# PERMACOMB??



## Michael Bush (Aug 2, 2002)

http://www.bee-l.com/bulletinboard/seets/permacomb.htm


----------



## GABE (Jun 14, 2004)

OK Thanks 
I read the "applicaton note " as meaning that you cannot mix permacomb with other type frames in a super for "bee acceptance" I am going to go back through the threads on this subject to see if I can get a solid recommendaton or rejection from a user. If I remember correctly, you (Michael) said you use it. The big suppliers don't carry it 1. becaause it is patented and they can't ? or 2. because it doesn't work?? It is still a mystery.


----------



## GABE (Jun 14, 2004)

Ok - I found more info this time, sounds like,with only one hive and not much experience I better stick to the more commonly used stuff.


----------



## Michael Bush (Aug 2, 2002)

If all you use is PermaComb it makes no difference. If you have PermaComb that has been used by the bees before, it makes no difference. If you put NEW PermaComb in a box with frames of bare wax foundation they will drawn the foundation before they will use the PermaComb. It won't be a disaster of any kind. They simply will prefer the wax to the plastic. This is true of plastic foundation, plastic frame/foundation (like Pierco) etc. The same rule applies anytime you use plastic foundation or comb.


----------



## BULLSEYE BILL (Oct 2, 2002)

>if I can get a solid recommendaton or rejection from a user. 

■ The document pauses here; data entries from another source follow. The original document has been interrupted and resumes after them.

The rules (:func:`finish_ranking`): a name already used by an earlier row is
flagged, with a note naming the first record that used it. For an energy that
measures stability (:data:`STABILITY_TARGETS`: atomization energy, total energies)
candidates are compared with their isomers only, because energies of different
formulas are not comparable (a 30-carbon alkane has a larger atomization energy than
any isomer of C3H8O, and is no more stable for it): the per-atom value is added;
``relative_to_best_isomer_<unit>`` is the difference to the most stable non-failed
candidate of the same formula (never negative); non-failed rows are grouped by formula
(in text order) and ranked within it from the most stable (largest atomization energy,
smallest total energy), ``rank_in_formula`` 1 being the best isomer, equal values in row
order. Rows without a prediction have no rank and come last, by record. For any other
target (a HOMO-LUMO gap, say) there is no stability order: no per-atom, relative or
rank columns, rows by record.

A screen's table can be longer than memory allows, so :func:`write_ranking`
applies the same rules in three passes over its chunk files, holding one run of
rows at a time: the first pass reads every chunk for what the rules need from
all rows (the first record of each name, the best value of each formula, the
column types the chunks share); the second finishes each chunk's rows and writes
them sorted to temporary run files; the third merges the runs into the ranked
CSV file, numbering the ranks as the rows come out (and rounding energies and distances
for the written file only: :mod:`molinv.screening.precision`). The bookkeeping of the first
pass grows with the number of distinct names and formulas, nothing else with the
number of rows. :func:`finish_ranking` is the same rules on one table in memory.
"""

from __future__ import annotations

import csv
import heapq
import os
import re
import tempfile
from collections import Counter
from dataclasses import dataclass, field
from pathlib import Path
from typing import Callable, Iterable, Iterator

import numpy as np
import pandas as pd
from tqdm.auto import tqdm

from molinv.cluster.chunks import iter_tables
from molinv.outputs import written_atomically

from .precision import round_text, roundings
from .spreadsheet import neutralised, restored, text_columns

#: Sort key of a finished row, written before its fields in a run file: unranked (0 or 1),
#: missing order value (0 or 1), order value, position of the row in the whole table.
KEY_COLUMNS = ["unranked", "missing", "formula", "order", "position"]
#: Targets whose value orders isomers by stability, and whether larger is stabler.
STABILITY_TARGETS = {"atomization_energy": True, "energy": False, "U0": False, "U": False, "H": False, "G": False}
#: The rank column of a table of a stability target.
RANK_COLUMN = "rank_in_formula"


@dataclass
class RankingBook:
    """What the rules need to know about every row before any row is finished."""

    unit: str
    target: str
    #: Column types of the whole table, as concatenating all chunks gives them.
    dtypes: pd.Series | None = None
    #: formula -> most stable predicted value.
    best: dict = field(default_factory=dict)
    rows: int = 0
    #: Sorted hashes (:func:`name_hashes`) that more than one row's name has: only these names can repeat.
    shared_hashes: np.ndarray = field(default_factory=lambda: np.empty(0, dtype=np.int64))
    #: name -> (number of the chunk where it first appears, first record given for it), for those names.
    first_use: dict = field(default_factory=dict)

    @property
    def value_column(self) -> str:
        return f"{self.target}_{self.unit}"

    @property
    def larger_is_stabler(self) -> bool:
        return STABILITY_TARGETS.get(self.target, False)

    @property
    def ranks(self) -> bool:
        """Whether the target orders isomers by stability (else no rank and no energy columns)."""
        return self.target in STABILITY_TARGETS

    def add(self, table: pd.DataFrame) -> np.ndarray:
        """Take note of the types and best values of one chunk; returns its names' hashes."""
        if self.dtypes is None:
            self.dtypes = table.dtypes
        else:
            # Concatenated from new empty columns: empty text columns concatenated
            # again and again keep one piece each (45 MiB after 300 chunks, measured).
            empty = pd.DataFrame({name: pd.Series([], dtype=dtype) for name, dtype in self.dtypes.items()})
            self.dtypes = pd.concat([empty, table.iloc[:0]], ignore_index=True).dtypes
        extreme = "max" if self.larger_is_stabler else "min"
        values = predicted(table, self.value_column) if self.ranks else pd.Series(dtype=float)
        for formula, value in values.groupby(table["formula"]).agg(extreme).items():
            known = self.best.get(formula, np.nan)
            self.best[formula] = np.fmax(known, value) if self.larger_is_stabler else np.fmin(known, value)
        self.rows += len(table)
        return name_hashes(table["name"])[table["name"].notna().to_numpy()]

    def may_repeat(self, names: pd.Series) -> np.ndarray:
        return names.notna().to_numpy() & np.isin(name_hashes(names), self.shared_hashes)

    def add_first_uses(self, table: pd.DataFrame, number: int) -> None:
        """Take note of the first chunk and record of each name of chunk ``number`` that may repeat
        (chunks in table order)."""
        table = table[self.may_repeat(table["name"])]
        # groupby's "first" skips missing records, as the whole table's would.
        for name, record in table["record"].groupby(table["name"], sort=False).first().items():
            known = self.first_use.get(name)
            if known is None:
                self.first_use[name] = (number, record)
            elif pd.isna(known[1]) and not pd.isna(record):
                self.first_use[name] = (known[0], record)


def name_hashes(names: pd.Series) -> np.ndarray:
    """Python's hash of each name, 0 where missing: names equal as pandas compares them
    (``"a"``, ``7`` and ``7.0``) hash equally, so names whose hash no other row has are unique."""
    present = names.notna().to_numpy()
    hashes = np.zeros(len(names), dtype=np.int64)
    hashes[present] = np.fromiter(map(hash, names[present]), dtype=np.int64, count=int(present.sum()))
    return hashes


def read_book(tables: Callable[[], Iterable[pd.DataFrame]], unit: str, target: str) -> RankingBook:
    """First pass: a :class:`RankingBook` of all chunks (``tables()`` yields them in table order).

    Only the names whose hash another row shares are kept (with their first record,
    read in a second run over the chunks, skipped when there are none), so that the
    bookkeeping for a table of unique names is eight bytes a row.
    """
    book = RankingBook(unit, target)
    hashes = np.sort(np.concatenate([book.add(table) for table in tables()] or [np.empty(0, dtype=np.int64)]))
    book.shared_hashes = np.unique(hashes[1:][hashes[1:] == hashes[:-1]])
    if len(book.shared_hashes):
        for number, table in enumerate(tables()):
            book.add_first_uses(table, number)
    return book


def predicted(table: pd.DataFrame, value_column: str) -> pd.Series:
    """The values that take part in the ranking: those of rows that did not fail."""
    return table[value_column].where(table["status"] != "failed")


#: Columns that count things: written as whole numbers, empty where missing.
WHOLE_NUMBER_COLUMNS = ("record", "n_atoms", "charge", "multiplicity", RANK_COLUMN)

I have 50+ colonys. >95% all PC, I'm still weeding out my last few deeps. I am ordering another thousand frames for this springs increase and supers for last years increase.

Yeah, I kinda like it.


----------



## Michael Bush (Aug 2, 2002)

Maybe, for you newbies, this will clarify. This applies to all the plastic. It's just like putting a piece of cherry pie and a bowl of broccili in front of your kids at the same time. If you want them to eat the broccoli, you should wait to put out the cherry pie.

If you mix wax and plastic the bees will jump on the wax and ignore the plastic. If you put in all plastic they will use it when they need comb.

There is no great impending disaster if you mix them. They just have their preferences and if you want them to follow YOUR preferences you should limit their choices.

I wax dipped my PermaComb and mix it freely with everything. Wax, foudnationless, plastic, whatever, with no problems.


----------



## BULLSEYE BILL (Oct 2, 2002)

Does anyone out there know how they spray wax on the plastic foundation? 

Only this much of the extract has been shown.